The answer must be every line from the entries below that includes "each".

....

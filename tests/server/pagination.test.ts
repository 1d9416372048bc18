import { beforeAll, describe, expect, it } from 'vitest';
import { DEFAULT_PAGE_SIZE, MAX_PAGE_SIZE } from '../../shared/schemas/pagination';
import { Fit, Flight, Session } from '../../server/models';
import { addAthleteProfile, createClubFixture, type ClubFixture } from '../support/app';
import { clubPath, insertClip } from './clips/helpers';

let fx: ClubFixture;
let ownFlightIds: number[];
/** Flights of the fixture: 7 of the athlete (session A), 5 of another profile (session B). */
const OWN = 7;
const OTHER = 5;

async function addFlight(clipId: number, athleteProfileId: number, carryM: number | null, action = 'punt'): Promise<number> {
  const flight = await Flight.create({
    clubId: fx.clubId,
    clipId,
    athleteProfileId,
    action,
    ballId: action === 'punt' ? 'football-5' : 'volleyball',
    frameStart: 0,
    frameEnd: 20,
    status: carryM === null ? 'traced' : 'fitted',
    attentionReason: null,
    notes: null,
  });
  if (carryM !== null) {
    // Two fits: the list must sort by the newest one, not the older.
    for (const carry of [carryM - 30, carryM]) {
      await Fit.create({
        clubId: fx.clubId, flightId: flight.id, jobId: null, calibrationId: null, model: 'drag', engineVersion: 'test',
        status: 'fitted', launchSpeedMps: 20 + carry / 10, launchAngleDeg: 40, carryM: carry, warnings: [],
        params: {}, result: { standardCarry: carry + 1 },
      });
    }
  }
  return flight.id;
}

beforeAll(async () => {
  fx = await createClubFixture();
  const athleteProfileId = fx.members.athlete.athleteProfileId!;
  const sessionA = await Session.create({ clubId: fx.clubId, date: '2026-11-02', venue: 'Lower field', notes: null });
  const sessionB = await Session.create({ clubId: fx.clubId, date: '2026-11-09', venue: 'Upper field', notes: null });
  const clipA = await insertClip(fx.clubId, sessionA.id, 'a');
  const clipB = await insertClip(fx.clubId, sessionB.id, 'b');
  ownFlightIds = [];
  for (let i = 0; i < OWN; i += 1) ownFlightIds.push(await addFlight(clipA.id, athleteProfileId, i === 3 ? null : 40 + i * 3));
  const other = await addAthleteProfile(fx.clubId, 'Aster Pennywhistle');
  for (let i = 0; i < OTHER; i += 1) await addFlight(clipB.id, other, 50 + i, 'serve');
});

describe('flights list paging', () => {
  it('answers one page with page, pageSize and the total when a page is asked for', async () => {
    const first = await fx.coach.get(clubPath(fx, '/flights?page=1&pageSize=5'));
    expect(first.status).toBe(200);
    expect(first.body.meta).toEqual({ page: 1, pageSize: 5, total: OWN + OTHER });
    expect(first.body.data).toHaveLength(5);
    const third = await fx.coach.get(clubPath(fx, '/flights?page=3&pageSize=5'));
    expect(third.body.data).toHaveLength(OWN + OTHER - 10);
    const pages = [first, await fx.coach.get(clubPath(fx, '/flights?page=2&pageSize=5')), third];
    const ids = pages.flatMap((p) => (p.body.data as { id: number }[]).map((f) => f.id));
    expect(new Set(ids).size).toBe(OWN + OTHER);
  });

  it('uses the default page size when none is given', async () => {
    const res = await fx.coach.get(clubPath(fx, '/flights'));
    expect(res.body.meta).toEqual({ page: 1, pageSize: DEFAULT_PAGE_SIZE, total: OWN + OTHER });
  });

  it('answers an empty page with the total when the page lies past the last', async () => {
    const res = await fx.coach.get(clubPath(fx, '/flights?page=9&pageSize=5'));
    expect(res.status).toBe(200);
    expect(res.body.data).toEqual([]);
    expect(res.body.meta.total).toBe(OWN + OTHER);
  });

  it('refuses a page size over the maximum with a message that names the limit', async () => {
    const res = await fx.coach.get(clubPath(fx, `/flights?pageSize=${MAX_PAGE_SIZE + 1}`));
    expect(res.status).toBe(400);
    expect(res.body.error.code).toBe('VALIDATION_FAILED');
    expect(res.body.error.fields.pageSize).toBe(`pageSize can be at most ${MAX_PAGE_SIZE}; ask for the following pages instead.`);
    expect(res.body.error.message).toContain(`at most ${MAX_PAGE_SIZE}`);
  });

  it('accepts the maximum page size itself', async () => {
    const res = await fx.coach.get(clubPath(fx, `/flights?pageSize=${MAX_PAGE_SIZE}`));
    expect(res.status).toBe(200);
    expect(res.body.meta.pageSize).toBe(MAX_PAGE_SIZE);
  });

  it.each([
    ['page=0', 'page', 'page must be 1 or more (the first page is 1).'],
    ['page=-2', 'page', 'page must be a whole number.'],
    ['page=two', 'page', 'page must be a whole number.'],
    ['page=1.5', 'page', 'page must be a whole number.'],
    ['pageSize=0', 'pageSize', 'pageSize must be 1 or more.'],
    ['pageSize=ten', 'pageSize', `pageSize must be a whole number from 1 to ${MAX_PAGE_SIZE}.`],
    ['page=1&page=2', 'page', 'page must be one whole number.'],
  ])('refuses %s with a clear message', async (query, field, message) => {
    const res = await fx.coach.get(clubPath(fx, `/flights?${query}`));
    expect(res.status).toBe(400);
    expect(res.body.error.fields[field]).toBe(message);
  });

  it('refuses an unknown sort column and names the ones it knows', async () => {
    const res = await fx.coach.get(clubPath(fx, '/flights?sort=colour'));
    expect(res.status).toBe(400);
    expect(res.body.error.fields.sort).toMatch(/^sort must be one of recent, date, athlete, .*standardCarry\.$/);
  });

  it('sorts by the latest fit on the server, with unfitted flights last in either direction', async () => {
    const desc = await fx.coach.get(clubPath(fx, '/flights?sort=carry&order=desc&pageSize=20'));
    const carries = (desc.body.data as { latestFit: { carryM: number } | null }[]).map((f) => f.latestFit?.carryM ?? null);
    expect(carries).toEqual([58, 55, 54, 53, 52, 52, 51, 50, 46, 43, 40, null]);
    const asc = await fx.coach.get(clubPath(fx, '/flights?sort=standardCarry&order=asc&pageSize=3'));
    expect((asc.body.data as { latestFit: { standardCarryM: number } }[]).map((f) => f.latestFit.standardCarryM)).toEqual([41, 44, 47]);
  });

  it('sorts by session date and by athlete name', async () => {
    const byDate = await fx.coach.get(clubPath(fx, '/flights?sort=date&order=desc&pageSize=1'));
    expect(byDate.body.data[0].athleteName).toBe('Aster Pennywhistle');
    const byName = await fx.coach.get(clubPath(fx, '/flights?sort=athlete&order=asc&pageSize=1'));
    expect(byName.body.data[0].athleteName).toBe('Aster Pennywhistle');
    const byNameDesc = await fx.coach.get(clubPath(fx, '/flights?sort=athlete&order=desc&pageSize=1'));
    expect(byNameDesc.body.data[0].athleteName).toBe('Fixture Athlete');
  });

  it('filters by action, ball and status on the server and counts only what passes', async () => {
    const serve = await fx.coach.get(clubPath(fx, '/flights?action=serve&pageSize=2'));
    expect(serve.body.meta.total).toBe(OTHER);
    expect((serve.body.data as { action: string }[]).every((f) => f.action === 'serve')).toBe(true);
    const ball = await fx.coach.get(clubPath(fx, '/flights?ballId=football-5'));
    expect(ball.body.meta.total).toBe(OWN);
    const traced = await fx.coach.get(clubPath(fx, '/flights?status=traced'));
    expect(traced.body.meta.total).toBe(1);
  });

  it('keeps an athlete to their own flights in the total and the page', async () => {
    const res = await fx.athlete.get(clubPath(fx, '/flights?pageSize=3&sort=date&order=asc'));
    expect(res.body.meta.total).toBe(OWN);
    expect((res.body.data as { id: number }[]).map((f) => f.id)).toEqual(ownFlightIds.slice(0, 3));
    const teammate = await fx.athlete.get(clubPath(fx, '/flights?action=serve'));
    expect(teammate.body).toEqual({ data: [], meta: { page: 1, pageSize: DEFAULT_PAGE_SIZE, total: 0 } });
  });

  it('answers 404 to a non-member and 401 to someone signed out, before looking at the paging', async () => {
    expect((await fx.outsider.get(clubPath(fx, '/flights?pageSize=9999'))).status).toBe(404);
    expect((await fx.anonymous.get(clubPath(fx, '/flights?pageSize=9999'))).status).toBe(401);
  });
});

describe('sessions, clips and members paging', () => {
  it('pages sessions newest first with the total', async () => {
    const res = await fx.coach.get(clubPath(fx, '/sessions?pageSize=1'));
    expect(res.status).toBe(200);
    expect(res.body.meta).toEqual({ page: 1, pageSize: 1, total: 2 });
    expect(res.body.data[0].date).toBe('2026-11-09');
    const second = await fx.coach.get(clubPath(fx, '/sessions?pageSize=1&page=2'));
    expect(second.body.data[0].date).toBe('2026-11-02');
  });

  it('counts for an athlete only the sessions and clips holding their flights', async () => {
    expect((await fx.athlete.get(clubPath(fx, '/sessions'))).body.meta.total).toBe(1);
    expect((await fx.athlete.get(clubPath(fx, '/clips'))).body.meta.total).toBe(1);
  });

  it('pages clips with the total', async () => {
    const res = await fx.coach.get(clubPath(fx, '/clips?pageSize=1&page=2'));
    expect(res.status).toBe(200);
    expect(res.body.meta).toEqual({ page: 2, pageSize: 1, total: 2 });
    expect(res.body.data).toHaveLength(1);
  });

  it('pages members by name with the total', async () => {
    const res = await fx.admin.get(clubPath(fx, '/members?pageSize=2'));
    expect(res.status).toBe(200);
    expect(res.body.meta).toEqual({ page: 1, pageSize: 2, total: 3 });
    expect((res.body.data as { displayName: string }[]).map((m) => m.displayName)).toEqual(['Fixture Admin', 'Fixture Athlete']);
  });

  it.each(['/sessions', '/clips', '/members'])('refuses a page size over the maximum on %s', async (path) => {
    const res = await fx.admin.get(clubPath(fx, `${path}?pageSize=${MAX_PAGE_SIZE + 1}`));
    expect(res.status).toBe(400);
    expect(res.body.error.fields.pageSize).toContain(`at most ${MAX_PAGE_SIZE}`);
  });
});

describe('flights list default order', () => {
  it('lists the newest recorded flights first when no sort is given', async () => {
    const res = await fx.coach.get(clubPath(fx, '/flights?pageSize=3'));
    const ids = (res.body.data as { id: number }[]).map((f) => f.id);
    expect(ids).toEqual([...ids].sort((a, b) => b - a));
    expect(ids[0]).toBeGreaterThan(ownFlightIds[OWN - 1]!);
  });

  it('pages across the flights without a fit when sorting upwards by a fit figure', async () => {
    const pages = await Promise.all([1, 2, 3, 4].map((page) => fx.coach.get(clubPath(fx, `/flights?sort=launchSpeed&order=asc&pageSize=3&page=${page}`))));
    const speeds = pages.flatMap((p) => (p.body.data as { latestFit: { launchSpeedMps: number } | null }[]).map((f) => f.latestFit?.launchSpeedMps ?? null));
    expect(speeds).toHaveLength(OWN + OTHER);
    expect(speeds.at(-1)).toBeNull();
    const valued = speeds.slice(0, -1) as number[];
    expect(valued).toEqual([...valued].sort((a, b) => a - b));
  });
});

....

Answer for the task:
  it.each([
  it.each(['/sessions', '/clips', '/members'])('refuses a page size over the maximum on %s', async (path) => {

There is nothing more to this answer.